Detroit Rises as City Council Unanimously Passes Groundbreaking Resolutions Towards Property Tax Equity

Detroit’s City Council, responding to a clarion call from the community and unsettling findings from a University of Chicago study, has unanimously passed two landmark resolutions aimed at halting foreclosures and correcting property assessments for homes valued under $34,700. This decisive action comes amid the backdrop of opposition from the Duggan administration, highlighting the Council’s commitment to addressing systemic injustices in the city’s property tax system.

The first resolution mandates Detroit City Assessor Alvin Horhn to slash assessments for these homes by 30 percent, a significant step towards rectifying the chronic issue of overvaluation that has burdened many Detroit homeowners. The second resolution urges Wayne County Treasurer Eric Sabree to suspend all foreclosures on owner-occupied homes falling within the same value bracket, offering a lifeline to residents at risk of losing their homes due to inflated tax bills.

The passage of these resolutions, a direct outcome of the relentless advocacy by the Coalition for Property Tax Justice, marks a critical movement in Detroit’s ongoing struggle with property tax fairness. The Coalition for Property Tax Justice is like a powerhouse team, bringing together more than fifteen community-rooted groups all focused on one big goal: putting an end to unfairly high property taxes and the wave of tax foreclosures that have been hitting Detroit hard.

Bernadette Atuahene, a key figure in this movement, lauded the Council’s decision, stating, “The City Council finally acknowledged the continued over assessments and unanimously demanded that the Duggan administration and the County Treasurer take action to correct the ongoing property tax injustice. Now Treasurer Sabree and the Duggan administration must follow these resolutions with action.”

But the resolutions’ success hinges on the actions of County Treasurer Eric Sabree and City Assessor Alvin Horhn. The question now is, will they heed the Council’s directive and address these pressing issues, or will they allow the cycle of illegal foreclosures and assessments to persist?

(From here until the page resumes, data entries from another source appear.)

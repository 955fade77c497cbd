import { useMemo, useState } from "react";
import type { Caution } from "../../../../shared/hazards/rules";
import type { CampaignRow } from "../../../../shared/schemas/campaign";
import { Button, ButtonLink } from "../../../components/Button";
import { Dialog } from "../../../components/Dialog";
import { Select } from "../../../components/Select";
import { ErrorNote, Loading } from "../../../components/status";
import { Note, Remark, SectionHead } from "../../../components/text";
import { TextField } from "../../../components/TextField";
import { useCampaigns } from "../../../lib/campaigns";
import { useFeeds } from "../../../lib/feeds";
import { usePreferences } from "../../../lib/preferences";
import { useMay } from "../../../lib/session";
import { stageFromPlan } from "../../../lib/stageFromPlan";
import { useAllTrials, useTrial } from "../../../lib/trials";
import { windowName } from "../../../map/view";
import { electrodeName, electrodeOptions, electrodesOf } from "../model/electrodes";
import { emptyTrial, kindOf } from "../plan/newTrial";
import { ConditionsFields } from "./ConditionsFields";
import type { NextListProps } from "./NextList";
import type { Proposal } from "./nextModel";
import type { MadeTrials } from "./Planned";
import { PlanCautions, underWhich } from "./PlanCautions";
import { orpAgainst, prefilled, trialsToPlan, type Conditions } from "./planThese";
import { usePlanning } from "./usePlanning";

export interface PlanTheseProps extends NextListProps {
  open: boolean;
  onOpenChange: (open: boolean) => void;
  onMade: (made: MadeTrials) => void;
  proposals: readonly (Proposal & { reason: string; cautions: readonly Caution[] })[];
  window: number;
}

const NEW = "new";

/** Campaign, stage, feed and the conditions they share: then every proposal becomes a planned trial. */
export default function PlanThese(props: PlanTheseProps) {
  const { open, onOpenChange, plan } = props;
  const campaigns = useCampaigns(plan.projectId);
  const feeds = useFeeds(plan.projectId);
  // A campaign is a metallurgist's to lay out; into one that stands, whoever records at the bench may plan.
  const mayLayOut = useMay("review");
  const error = campaigns.error ?? feeds.error;
  const own = campaigns.data?.filter((c) => c.planId === plan.id) ?? [];
  const nowhere = campaigns.data !== undefined && own.length === 0 && !mayLayOut;
  if (!error && campaigns.data && !nowhere && feeds.data && feeds.data.length > 0)
    return <Form {...props} campaigns={own} mayLayOut={mayLayOut} feeds={feeds.data} />;
  return (
    <Dialog open={open} onOpenChange={onOpenChange} title="Plan these trials">
      {error ? (
        <ErrorNote doing="The campaigns could not be read" error={error} retry={() => window.location.reload()} />
      ) : nowhere ? (
        <p>
          No campaign stands on this plan yet. A metallurgist lays one out; then these can be planned in it from here.
        </p>
      ) : feeds.data?.length === 0 ? (
        <>
          <p>A trial needs a feed: its account starts from the head assay. This project has none yet.</p>
          <div className="pt-3">
            <ButtonLink to="/feeds">To the feeds</ButtonLink>
          </div>
        </>
      ) : (
        <Loading label="Reading campaigns and feeds" />
      )}
    </Dialog>
  );
}

function Form(
  props: PlanTheseProps & {
    campaigns: readonly CampaignRow[];
    mayLayOut: boolean;
    feeds: readonly { id: string; name: string }[];
  },
) {
  const { open, onOpenChange, onMade, plan, revision, unsaved, inputs, solution, data, proposals, campaigns, feeds } =
    props;
  const [{ potentialScale, electrodeTemperatureC }] = usePreferences();
  const [campaignId, setCampaignId] = useState(campaigns[0]?.id ?? NEW);
  const [fresh, setFresh] = useState({ code: "", title: `Gaps of window ${windowName(props.window)}` });
  const [wantedStage, setStage] = useState<string | null>(null);
  const [wantedFeed, setFeed] = useState<string | null>(null);
  const [wantedProbe, setProbe] = useState<string | null>(null);
  const [edits, setEdits] = useState<Partial<Conditions>>({});
  const [named, setNamed] = useState<Readonly<Record<string, string>>>(props.procedures);
  const [pressed, setPressed] = useState(false);
  const planning = usePlanning(onMade);

  const campaign = campaigns.find(({ id }) => id === campaignId) ?? null;
  const before = useAllTrials({ campaignId, sort: "code", order: "desc", deleted: "all" }, campaign !== null);
  const stages = campaign?.stages ?? [stageFromPlan(inputs)];
  const target = inputs.metals.find(({ role }) => role === "target")?.element;
  const stage =
    stages.find(({ code }) => code === wantedStage) ?? stages.find((s) => s.target === target) ?? stages[0]!;
  const live = (before.data ?? []).filter(({ deletedAt }) => deletedAt === null);
  const lastRow = live.find((t) => t.stage === stage.code) ?? live[0] ?? null;
  const last = useTrial(lastRow?.id);
  const feedId = wantedFeed ?? lastRow?.feedId ?? feeds[0]!.id;
  const electrodes = useMemo(() => electrodesOf(data), [data]);
  const usual = last.data?.planned.orp.electrode ?? null;
  const probe = wantedProbe ?? (potentialScale === "SHE" ? (usual ?? "SHE") : potentialScale);
  const probeC =
    electrodeTemperatureC !== null
      ? String(electrodeTemperatureC)
      : probe === usual
        ? (last.data?.planned.orp.electrodeTemperature.text ?? "")
        : "";

  const empty = emptyTrial({ feedId, code: "-", kind: kindOf(stage, live, inputs), stage: stage.code });
  const { conditions, from } = prefilled(empty, { inputs, data, solution, failure: null }, stage, last.data ?? null);
  const shared = { ...conditions, ...edits };
  const orps = proposals.map(({ Eh }) => orpAgainst(Eh, probe, probeC, inputs.temperatureC, electrodes));
  const unknownProbe = orps.includes(null);
  const reading = campaign !== null && (!before.data || (lastRow !== null && !last.data && !last.error));
  const cautions = [...new Map(proposals.flatMap((p) => p.cautions.map((c) => [`${c.code} ${c.text}`, c]))).values()];
  const unnamed = cautions.some((c) => c.confirm !== null && (named[c.code] ?? "").trim() === "");
  const incomplete = campaign === null && (fresh.code.trim() === "" || fresh.title.trim() === "");

  function submit() {
    setPressed(true);
    if (incomplete || unknownProbe || unnamed || reading) return;
    const values = trialsToPlan({
      campaign: campaign ?? fresh,
      stage,
      feedId,
      codes: (before.data ?? []).map(({ code }) => code),
      before: live,
      inputs,
      conditions: shared,
      // those that stand already are not planned twice
      proposals: proposals.flatMap(({ pH, reason, cautions: own }, i) =>
        orps[i] && i >= planning.done
          ? [{ pH, reason: [reason, ...underWhich(own, named)].join(" "), orp: orps[i] }]
          : [],
      ),
    });
    const { projectId, id: planId } = plan;
    planning.start(campaign ?? { projectId, planId, planRevision: revision, stages: [stage], ...fresh }, values);
  }

  return (
    <Dialog
      open={open}
      onOpenChange={onOpenChange}
      title={proposals.length === 1 ? "Plan this trial" : `Plan these ${proposals.length} trials`}
      width={680}
      footer={
        <>
          {planning.progress && <Note className="self-center">{planning.progress}</Note>}
          <Button onClick={() => onOpenChange(false)}>Cancel</Button>
          <Button kind="primary" disabled={planning.busy || reading} onClick={submit}>
            {planning.busy ? "Planning …" : planning.done > 0 ? "Plan the rest" : "Plan them"}
          </Button>
        </>
      }
    >
      <div className="space-y-4">
        {unsaved && (
          <Remark>
            The map shows changes that are not saved. A campaign is laid out on a revision: save one first if they are
            to stand with it.
          </Remark>
        )}
        <div className="grid grid-cols-2 gap-4">
          <Select
            label="Campaign"
            layout="stacked"
            value={campaignId}
            onChange={(id) => {
              setCampaignId(id);
              setStage(null);
            }}
            options={[
              ...campaigns.map(({ id, code, title }) => ({ value: id, label: `${code}, ${title}`, text: code })),
              ...(props.mayLayOut ? [{ value: NEW, label: "a new campaign" }] : []),
            ]}
            hint={
              campaign && campaign.planRevision !== revision
                ? `laid out on revision ${campaign.planRevision}; the plan stands at ${revision}`
                : undefined
            }
          />
          <Select
            label="Stage"
            layout="stacked"
            value={stage.code}
            onChange={setStage}
            options={stages.map(({ code, name }) => ({ value: code, label: `${code}, ${name}` }))}
          />
          {campaign === null && (
            <>
              <TextField
                label="Code"
                maxLength={24}
                value={fresh.code}
                placeholder="NL-4"
                error={pressed && fresh.code.trim() === "" ? "A short code" : null}
                onChange={(event) => setFresh({ ...fresh, code: event.target.value })}
              />
              <TextField
                label="Title"
                maxLength={160}
                value={fresh.title}
                error={pressed && fresh.title.trim() === "" ? "A title" : null}
                onChange={(event) => setFresh({ ...fresh, title: event.target.value })}
              />
            </>
          )}
          <Select
            label="Feed"
            layout="stacked"
            value={feedId}
            onChange={setFeed}
            options={feeds.map(({ id, name }) => ({ value: id, label: name }))}
          />
          <Select
            label="ORP against"
            layout="stacked"
            value={probe}
            onChange={setProbe}
            options={electrodeOptions(electrodes)}
            error={
              unknownProbe
                ? `The potential of ${electrodeName(electrodes, probe)} is not known at that temperature; choose another`
                : null
            }
            hint={
              wantedProbe !== null
                ? undefined
                : potentialScale === "SHE" && usual !== null
                  ? `as in ${lastRow?.code ?? "the last trial"}`
                  : "your potential scale"
            }
          />
        </div>
        {reading ? (
          <Loading label="Reading the campaign’s last trial" />
        ) : (
          <ConditionsFields
            conditions={shared}
            from={from}
            edited={edits}
            target={stage.target}
            onChange={(change) => setEdits((old) => ({ ...old, ...change }))}
          />
        )}
        <section aria-label="Trials to plan">
          <SectionHead aside={`ORP in mV vs ${electrodeName(electrodes, probe)}`}>Trials</SectionHead>
          <ol>
            {proposals.map(({ n, pH, reason }, i) => (
              <li key={n} className="hairline flex gap-3 py-1">
                <span className="w-5 shrink-0 font-mono font-bold text-verdigris">{n}</span>
                <span className="w-44 shrink-0 font-mono whitespace-nowrap">
                  pH {pH.toFixed(2)}, {orps[i] ? `${orps[i].value.text} mV` : "no potential"}
                </span>
                <span className="min-w-0 text-sm text-muted">{reason}</span>
              </li>
            ))}
          </ol>
        </section>
        {cautions.length > 0 && (
          <PlanCautions
            cautions={cautions}
            of={(c) => proposals.filter((p) => p.cautions.some((own) => own.text === c.text)).map((p) => p.n)}
            named={named}
            onName={(code, procedure) => setNamed((old) => ({ ...old, [code]: procedure }))}
            pressed={pressed}
          />
        )}
        {planning.error !== null && (
          <ErrorNote
            doing={
              planning.done > 0 ? `${planning.done} of ${proposals.length} planned, then it stopped` : "Not planned"
            }
            error={planning.error}
          />
        )}
      </div>
    </Dialog>
  );
}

Owning a home is like planting roots in a community; it’s where you watch your family grow, create memories, and build a nest egg for the future. But for many Black families in Detroit, this dream feels out of reach. Imagine facing a maze of obstacles every step of the way, from unfair loan rates to homes being unfairly taxed, all because these homes are in neighborhoods that have been overlooked or undervalued for too long. And with Detroit being a city where 8 out of 10 residents are Black, these aren’t just isolated incidents—they’re part of a bigger picture that affects a lot of our neighbors, friends, and family.

In the heart of Detroit, the struggle isn’t just about getting the keys to a house; it’s about breaking down barriers that have been built up over generations. High property taxes and the threat of losing your home can make the goal of homeownership feel like a constantly moving target. It’s more than just numbers on a bill; it’s about the right to build a secure life in the place you call home. For the community here, fighting for fair homeownership isn’t just about property—it’s about justice, stability, and reclaiming a piece of the American Dream that everyone deserves a fair shot at.

“In Detroit we now have evidence that the lowest value homes – until this day – continue to be over-assessed and we are here to put a stop to it,” said Atuahene.

The urgency of the situation was underscored by U.S. Congresswoman Rashida Tlaib, who expressed deep concern over the persistent overassessment of Detroit’s most vulnerable homeowners. “I am deeply concerned that after years of community organizing and advocacy, testimonies from impacted residents, and legislative reforms, thousands of the most vulnerable Detroit homeowners are still being illegally over-assessed on their property taxes…Thankfully, the Property Tax Reform Ordinance was enacted to remedy this exact situation, and I hope City Council and the City of Detroit will take appropriate steps to fix these assessments and protect our residents.”

Echoing the sentiments of many, Council President Sheffield emphasized the critical nature of the issue, stating, “The most egregious part of the systematic over assessment of properties in Detroit has been this issue of regressivity. While we recognize that the Assessor’s job is difficult the stakes are too high to sit idly by while the lowest valued homes are consistently over assessed… Thus, I join the Coalition in calling for a moratorium on foreclosures for the homes valued under $34,700. I also join you in calling on the City’s Assessor to reduce the assessed values on all the homes valued at $34,700 and under.”

As the city awaits the implementation of these resolutions, the spotlight is on the Duggan administration and county officials to take decisive action.

With Detroit’s City Council standing united against systemic property tax injustices, a new chapter unfolds, promising a fairer horizon for homeownership. This critical stance, fueled by the relentless advocacy of community groups and backed by compelling research, challenges the status quo and paves the way for a future where every Detroit resident can truly plant roots without fear of unjust loss.

However, this turning point brings us face-to-face with essential questions about owning a home in Detroit and how fair the taxes on those homes really are. Are these changes the start of a new, more just way of doing things, or just the first step in a much longer fight? As the city watches and waits for these resolutions to take effect, the collective hope is that this moment marks not just a victory, but a turning point towards lasting equity and justice in the place so many call home.